Antropologi hukum adalah kajian antropologis terhadap makna sosial dari dan pentingnya hukum dengan menelaah bagaimana hukum dibuat termasuk bagaimana konteks sosial pembuatan hukum tersebut, bagaimana hukum mempertahankan dan mengubah institusi sosial lainnya, dan bagaimana hukum membangun perilaku sosial.[1] Namun seiring perkembangan zaman dan tatanan politik dunia pasca-Perang Dingin, cakupan kajian antropologi hukum meluas di antaranya membahas keterkaitan antara konflik sosial dengan kesenjangan ekonomi dan batasan-batasan hukum dalam melakukan rekayasa sosial. Antropologi hukum kini turut mengkaji hubungan antara politik dan hukum yang juga berubah dalam konteks pasca-Perang Dingin tersebut. Sebagai akibat dari perluasan cakupan tersebut, bahkan ada kalangan yang menyebut kajian antropologi hukum pada abad ke-19 sebagai kajian antropologi protolegal.[2]
Legal anthropology vs Anthropology of law
Akademisi Tobias Kelly menekankan perbedaan antara legal anthropology dengan anthropology of law. Kedua istilah jika diterjemahkan ke dalam bahasa Indonesia maka akan sama-sama menjadi antropologi hukum tetapi dalam konteks bahasa Inggris, legal anthropology mengkaji hubungan antara proses hukum dengan aspek lain seperti sosial, budaya, ekonomi, dan politik serta makna dan akibat dari pelaksanaan hukum tersebut tetapi anthropology of law mengkaji institusi, proses, dan konsep hukum yang mayoritas berakar dari "hukum liberal Barat".[3]
Sejarah
Ada tujuh periode penting dalam perkembangan antropologi hukum. Periode yang pertama terjadi pada tahun 1860-an ketika Sir Henry Maine yang sedang bertugas di India menerbitkan Ancient Law yang merangkum berbagai tradisi hukum dan mengembangkan teori bahwa setiap masyarakat yang berkembang akan mengalami perubahan dari versi primitifnya menuju masyarakat Victoria. Pandangan Maine tentu dapat dicap rasis dalam konteks modern karena memuliakan peradaban Eropa.[4]
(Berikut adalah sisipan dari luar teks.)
import 'server-only';
import type * as z from 'zod';
import { enqueueJob } from '@/db/jobs';
import { findTuitionRun } from '@/db/tuition-runs';
import { AppError, notFound } from '@/lib/errors';
import type { Context } from '@/lib/server/context';
import { newId } from '@/lib/server/ids';
import { assertCan } from '@/policies/ability';
import type { releaseRunSchema } from '../schema';

/** Asks for the release as slow work that can be left and come back to; asked again it is the same work. */
export async function askForRelease(input: z.output<typeof releaseRunSchema>, context: Context): Promise<{ jobId: string }> {
  assertCan(context.ability, 'approve', 'TuitionRun', {});
  const run = await findTuitionRun(context.db, input.runId);
  if (!run) throw notFound('tuition run');
  if (run.state === 'preview' && run.controlTotalMinor !== input.controlTotalMinor) {
    throw new AppError('conflict', 'The bills have changed since you looked at them. Look again before you release.');
  }
  const jobId = await enqueueJob(context.db, { id: newId(), kind: 'tuition_run', label: `Releasing ${run.label}`, askedByUserId: context.actor.userId, input, key: `tuition_run:${run.id}:${input.controlTotalMinor}` });
  return { jobId };
}
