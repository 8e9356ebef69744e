import { Chip } from '@/components/ui/chip';
import { Sheet } from '@/components/ui/sheet';
import { EmptyState } from '@/components/ui/states';
import type { UpcomingLesson } from '@/db/student-lists';
import { ATTENDANCE_WORDS, type Attendance } from '@/lib/calendar/attendance';
import { formatDate, formatInstant, formatTimeRange } from '@/lib/format';
import type { LocalDate } from '@/lib/time';
import { AbsenceButton } from './absence-button';

type LessonListProps = {
  lessons: readonly UpcomingLesson[]; credits: readonly { studentName: string; minutes: number; lastOn: LocalDate }[]; today: LocalDate; now: number; locale: string; zone: string; showsName: boolean; canReport: boolean;
};

export function LessonList({ lessons, credits, today, now, locale, zone, showsName, canReport }: LessonListProps) {
  const coming = lessons.filter(({ startsAt }) => startsAt > now);
  const past = lessons.filter(({ startsAt, localDate }) => startsAt <= now && localDate <= today).reverse();
  const titleOf = (lesson: UpcomingLesson) => `${showsName ? `${lesson.studentName}, ` : ''}${formatDate(lesson.localDate, locale, 'short')}, ${formatTimeRange(lesson.startMin, lesson.lengthMinutes)}`;
  return (
    <div className="flex flex-col gap-4">
      {credits.length > 0 ? (
        <Sheet eyebrow="Lessons to make up">
          <ul>{credits.map(({ studentName, minutes, lastOn }) => <li key={studentName + lastOn} className="num">{showsName ? `${studentName}: ` : ''}{minutes} minutes, by {formatDate(lastOn, locale, 'day')}. Ring the school to choose a time.</li>)}</ul>
        </Sheet>
      ) : null}
      <Sheet flush eyebrow="Coming">
        {coming.length === 0 ? <EmptyState title="No lessons planned">When the next term is published its lessons appear here.</EmptyState> : (
          <ul>
            {coming.map((lesson) => (
              <li key={lesson.seatId} className="flex flex-wrap items-center justify-between gap-3 border-t border-rule px-4 py-3">
                <div>
                  <p className="num font-semibold">{titleOf(lesson)}</p>
                  <p className="text-small text-ink-3">{lesson.roomName ?? 'online'}, {lesson.siteName}, with {lesson.teacherName}</p>
                  {lesson.attendance === 'expected' && lesson.cancelDeadlineAt !== null && lesson.cancelDeadlineAt > now ? <p className="text-small text-ink-3">To cancel in good time: by {formatInstant(lesson.cancelDeadlineAt, { locale, zone })}</p> : null}
                </div>
                {lesson.attendance === 'expected' ? (canReport ? <AbsenceButton seatId={lesson.seatId} what={titleOf(lesson)} /> : null) : <Chip>{ATTENDANCE_WORDS[lesson.attendance as Attendance]}</Chip>}
              </li>
            ))}
          </ul>
        )}
      </Sheet>
      {past.length > 0 ? (
        <Sheet flush eyebrow="The last four weeks">
          <ul>
            {past.map((lesson) => (
              <li key={lesson.seatId} className="flex flex-wrap items-center justify-between gap-3 border-t border-rule px-4 py-[10px]">
                <span className="num">{titleOf(lesson)}</span>
                <Chip tone={lesson.attendance === 'present' ? 'ok' : 'neutral'}>{lesson.attendance === 'expected' ? 'not marked yet' : ATTENDANCE_WORDS[lesson.attendance as Attendance]}</Chip>
              </li>
            ))}
          </ul>
        </Sheet>
      ) : null}
    </div>
  );
}
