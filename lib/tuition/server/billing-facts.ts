import 'server-only';
import type { Db } from '@/db/connection';
import { awardsOn, discountRulesOn, type DiscountRow } from '@/db/discounts';
import { payersOfFamilies, splitRulesOn, type FamilySplit, type Payer } from '@/db/payers';
import { liveProducts, priceList, taxRatesOn, type Product, type TaxRateRow } from '@/db/prices';
import { datedConsequences, houseRulesOn } from '@/db/settings';
import { closuresBetween } from '@/db/terms';
import { billedTuition, enrolmentsIn, lastRunLines, onceOnlyCharges, seatsIn, type BilledEnrolment, type BilledSeat } from '@/db/tuition-facts';
import type { DatedConsequences } from '@/lib/calendar/consequences';
import type { Closure } from '@/lib/calendar/term';
import type { HouseRules } from '@/lib/house-rules';
import type { LocalDate } from '@/lib/time';
import type { Award } from '../discounts';
import type { InstalmentPlan } from '../instalments';
import type { PriceRow } from '../prices';
import type { ComparedLine } from '../run-difference';

export type BillingPeriod = { kind: 'term' | 'month'; from: LocalDate; to: LocalDate; label: string };
export type Manner = { locale: string; zone: string };

/** Everything that the bills of a period are worked out from, read once. */
export type BillingFacts = {
  period: BillingPeriod; plan: InstalmentPlan; manner: Manner; rules: HouseRules; consequences: DatedConsequences[];
  enrolments: BilledEnrolment[]; seats: Map<string, BilledSeat[]>; closures: Closure[];
  products: Product[]; prices: PriceRow[]; taxRates: TaxRateRow[];
  discounts: DiscountRow[]; awards: Award[]; splits: FamilySplit[]; payers: Map<string, Payer[]>;
  billed: Map<string, { studentId: string; enrolmentId: string; grossMinor: number }[]>;
  registered: Set<string>; trialsCredited: Set<string>; before: Map<string, ComparedLine[]>;
};

export async function readBillingFacts(db: Db, period: BillingPeriod, plan: InstalmentPlan, manner: Manner): Promise<BillingFacts> {
  const enrolments = await enrolmentsIn(db, period);
  const [billed, once] = [await billedTuition(db, period), await onceOnlyCharges(db)];
  return {
    period, plan, manner, rules: await houseRulesOn(db, period.from), consequences: await datedConsequences(db), enrolments,
    seats: groupBy(await seatsIn(db, period), ({ enrolmentId }) => enrolmentId), closures: await closuresBetween(db, period.from, period.to),
    products: await liveProducts(db), prices: await priceList(db), taxRates: await taxRatesOn(db, period.from),
    discounts: await discountRulesOn(db, period.from), awards: await awardsOn(db, period.from), splits: await splitRulesOn(db, period.from),
    payers: groupBy(await payersOfFamilies(db, [...new Set(enrolments.map(({ familyId }) => familyId))]), ({ familyId }) => familyId),
    billed: groupBy(billed, ({ familyId }) => familyId), ...once, before: await lastRunLines(db, period.kind, period.from),
  };
}

export function groupBy<T>(rows: readonly T[], keyOf: (row: T) => string): Map<string, T[]> {
  const groups = new Map<string, T[]>();
  for (const row of rows) {
    const known = groups.get(keyOf(row));
    if (known) known.push(row);
    else groups.set(keyOf(row), [row]);
  }
  return groups;
}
Periode kedua terjadi pada tahun 1920-an ketika Bronislaw Malinowski mengkritik teori Maine dan mengembangkan pendekatan etnografis dalam mengkaji hukum. E. Adamson Hoebel bersama dengan akademisi hukum Karl Llewelyn menerbitkan The Cheyenne Way pada tahun 1941 yang menggunakan pendekatan studi kasus dalam mengkaji hukum asing. Pendekatan Hoebel ini merupakan kembalinya teori evolusi yang dikembangkan oleh Maine.[4]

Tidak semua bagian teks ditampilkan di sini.